L'armée américaine a blanchi en 2022 l'équipage de l'avion, qui a "décidé de quitter l'aérodrome aussi vite que possible" au vu de la dégradation de la situation sécuritaire et des "centaines de civils encerclant l'appareil", avait rapporté une porte-parole.

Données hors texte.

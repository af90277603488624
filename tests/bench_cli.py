"""Benchmark section "cli" for ``tests/benchmark.py``: start-up time of the command line.

``perfcheck --version``, ``perfcheck --help``, ``perfcheck check --help`` and a TAB of shell
completion (a command name, an option of ``check``), each a fresh ``python -m perfcheck``
process, best of ten (the machine may be shared), beside a bare ``python -c pass`` measured in
the same run. Target: under 0.3 s each.
"""

from __future__ import annotations

import os
import subprocess
import sys
import time
from collections.abc import Callable

RUNS = 10


def completing(words: str) -> dict[str, str]:
    """The environment in which click completes the last of ``words`` for bash."""
    return {"_PERFCHECK_COMPLETE": "bash_complete", "COMP_WORDS": words,
            "COMP_CWORD": str(len(words.split()) - 1)}


def best_of(args: list[str], env: dict[str, str] | None = None) -> float:
    """The fastest of ``RUNS`` runs of ``args`` in seconds."""
    times = []
    for _ in range(RUNS):
        t0 = time.perf_counter()
        subprocess.run(args, env={**os.environ, **(env or {})}, stdout=subprocess.DEVNULL,
                       check=False)
        times.append(time.perf_counter() - t0)
    return min(times)


def bench(print_row: Callable[[str, str], None]) -> None:
    cli = [sys.executable, "-m", "perfcheck"]
    print_row("cli: bare python -c pass", f"{best_of([sys.executable, '-c', 'pass']):.3f} s")
    for label, args, env in (("--version", ["--version"], None), ("--help", ["--help"], None),
                             ("check --help", ["check", "--help"], None),
                             ("completion of 'perfcheck c'", [], completing("perfcheck c")),
                             ("completion of 'perfcheck check --'", [],
                              completing("perfcheck check --"))):
        print_row(f"cli: {label}", f"{best_of(cli + args, env):.3f} s (target < 0.3 s, best of "
                  f"{RUNS})")
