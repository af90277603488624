"""The degradation interval: month blocks of year-on-year pairs and the sensor's stability.

Each check is a Monte Carlo of an invented truth stated beside it (seeded, not timed).
"""

from __future__ import annotations

import numpy as np
import pandas as pd
import pytest

from perfcheck.detect import degradation
from perfcheck.site import Model


def ar1(rng: np.random.Generator, n: int, phi: float, sd: float) -> np.ndarray:
    """Stationary AR(1) noise e_t = phi e_{t-1} + a_t with marginal standard deviation sd."""
    a = rng.normal(0.0, sd * np.sqrt(1 - phi * phi), n)
    e = np.empty(n)
    e[0] = rng.normal(0.0, sd)
    for i in range(1, n):
        e[i] = phi * e[i - 1] + a[i]
    return e


def test_month_blocks_cover_the_truth_where_iid_pairs_do_not():
    # Invented truth: a daily index falling 0.5 %/yr for three years, times exp(e_t) with e_t
    # AR(1), phi 0.8, marginal sd 1 % (day-to-day weather and soiling persist for days). The
    # median of R = 100 (PI_{t+365}/PI_t - 1) is then -0.5 %/yr exactly (e_{t+365} - e_t is
    # symmetric about 0). A 95 % interval should cover -0.5 in about 95 % of the trials: the
    # month-block bootstrap does (0.90 to 0.99: about 3 Monte Carlo standard errors of 200
    # trials around 0.95, a little wide because the pairs of years 1-2 and 2-3 share year 2);
    # the i.i.d. bootstrap of the pairs, one pair per block, does not (its interval is about
    # a third as wide as it should be with a correlation time of (1 + phi)/(1 - phi) = 9 days).
    rng = np.random.default_rng(20261202)
    days = pd.date_range("2023-01-01", periods=3 * 365, freq="D")
    t = np.arange(len(days)) / 365.0
    truth = -0.5
    hits = {"month": 0, "iid": 0}
    trials = 200
    for k in range(trials):
        pi = pd.Series((1 + truth / 100) ** t * np.exp(ar1(rng, len(days), 0.8, 0.01)),
                       index=days)
        r = degradation.pairs(pi)
        months = (r.index.year * 12 + r.index.month).to_numpy()
        for name, blocks in (("month", months), ("iid", np.arange(len(r)))):
            boot = degradation.block_median_bootstrap(r.to_numpy(), blocks, 400,
                                                      np.random.default_rng(k))
            lo, hi = np.percentile(boot, [2.5, 97.5])
            hits[name] += lo <= truth <= hi
    assert 0.90 <= hits["month"] / trials <= 0.99
    assert hits["iid"] / trials < 0.75


def test_one_block_per_value_is_the_iid_bootstrap():
    # Definition (Carlstein 1986): with one value per block every resample draws single values
    # with replacement; the bootstrap median then lies within the data's range.
    r = np.array([1.0, 2.0, 3.0, 4.0, 5.0])
    boot = degradation.block_median_bootstrap(r, np.arange(5), 200, np.random.default_rng(1))
    assert boot.min() >= 1.0 and boot.max() <= 5.0 and len(np.unique(boot)) > 1


def test_a_one_percent_step_of_the_reference_is_one_percent_per_year():
    # Invented truth: a plant that does not age, measured against an irradiance sensor whose
    # calibration drops 1 % at the start of the second year (it reads 1 % low, so the expected
    # power is 1 % low and the index 1/0.99 high). Every pair then gives R = 100 (1/0.99 - 1)
    # = 1.0101 %/yr (derived from the year-on-year definition, Jordan et al. 2018).
    days = pd.date_range("2024-01-01", periods=2 * 365, freq="D")
    pi = pd.Series(np.where(np.arange(len(days)) < 365, 1.0, 1 / 0.99), index=days)
    bare = degradation.year_on_year(pi, stability_pct_per_year=0.0, n_boot=200)
    assert bare["rate"] == pytest.approx(100 * (1 / 0.99 - 1), rel=1e-9)
    assert not bare["low"] <= 0.0 <= bare["high"]  # the resampling cannot see the step
    # With the sensor's stability stated as 1 %/yr (rectangular, GUM 4.3.7: u = 1/sqrt(3)),
    # the interval is rate -/+ 1.96/sqrt(3) = 1.1316 %/yr (derived, GUM 5.1.2 with a zero
    # sampling half-width) and covers the true rate 0.
    y = degradation.year_on_year(pi, stability_pct_per_year=1.0, n_boot=200)
    assert y["high"] - y["rate"] == pytest.approx(1.959964 / np.sqrt(3), rel=1e-6)
    assert y["low"] <= 0.0 <= y["high"]


def test_stability_default_from_the_sensor_class():
    # ISO 9060:2018 non-stability limits (from memory): class A 0.8, B 1.5, C 3 %/yr.
    assert degradation.sensor_stability(Model())[0] == 0.8
    assert degradation.sensor_stability(Model(sensor_class="C"))[0] == 3.0
    assert degradation.sensor_stability(Model(sensor_stability_pct_per_year=0.5)) == (
        0.5, "site file model.sensor_stability_pct_per_year")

Insuffisant, jugent toutes les familles interrogées par l'AFP, qui disent leur chagrin aggravé par l'absence d'excuses.

"Personne ne nous a appelés: ni le précédent gouvernement, ni les talibans, ni les Américains", s'indigne Zar Bibi Hotak.

"Les avions sont équipés de caméras (...), le pilote savait ce qu'il faisait, que c'était dangereux, il aurait pû s'arrêter", accuse Zakir Anwari, dont le frère Zaki a été écrasé par l'avion, sur le tarmac.

- Cauchemars -

Jeune espoir du football de 17 ans, Zaki s'était rendu à l'aéroport par curiosité, avec un de ses autres frères. Il aurait ensuite décidé de tenter sa chance, croit Zakir Anwari.

"Peut-être qu'il craignait que les talibans interdisent le football", suggère-t-il.

Sous leur premier régime, les talibans avaient interdit presque toutes forme de divertissement, et instillé un climat de terreur. a partir de 2021, ils ont progressivement instauré des lois liberticides, visant surtout les femmes.

"Tout le monde s'est demandé comment Zaki, aussi intelligent, a pris un tel risque. Mais il n'était pas le seul: j'ai rencontré à l'aéroport un père de six enfants qui disait fièrement qu'il avait essayé par trois fois de s'accrocher à un avion", poursuit Zakir Anwari.

De l'aéroport où il s'est rué pour tenter de retrouver son frère, il se rappelle des corps entassés dans un pick-up, du sang au sol et d'être frappé par un taliban.

"J'ai eu des cauchemars pendant un an. Impossible d'oublier", confesse-t-il.

Payanda Ibrahimi hésite, lui, à reparler de son fils, n'y voyant qu'une façon de "rouvrir la blessure".

"Personne ne s'en soucie et personne ne peut comprendre", dit-il, le regard brisé par la douleur.

"Fida ne voulait pas mal faire. Comme lui, il y avait des milliers de familles à l'aéroport", argue-t-il.

"Elles n'y sont pas allées pour mourir, mais pour fuir. Et survivre".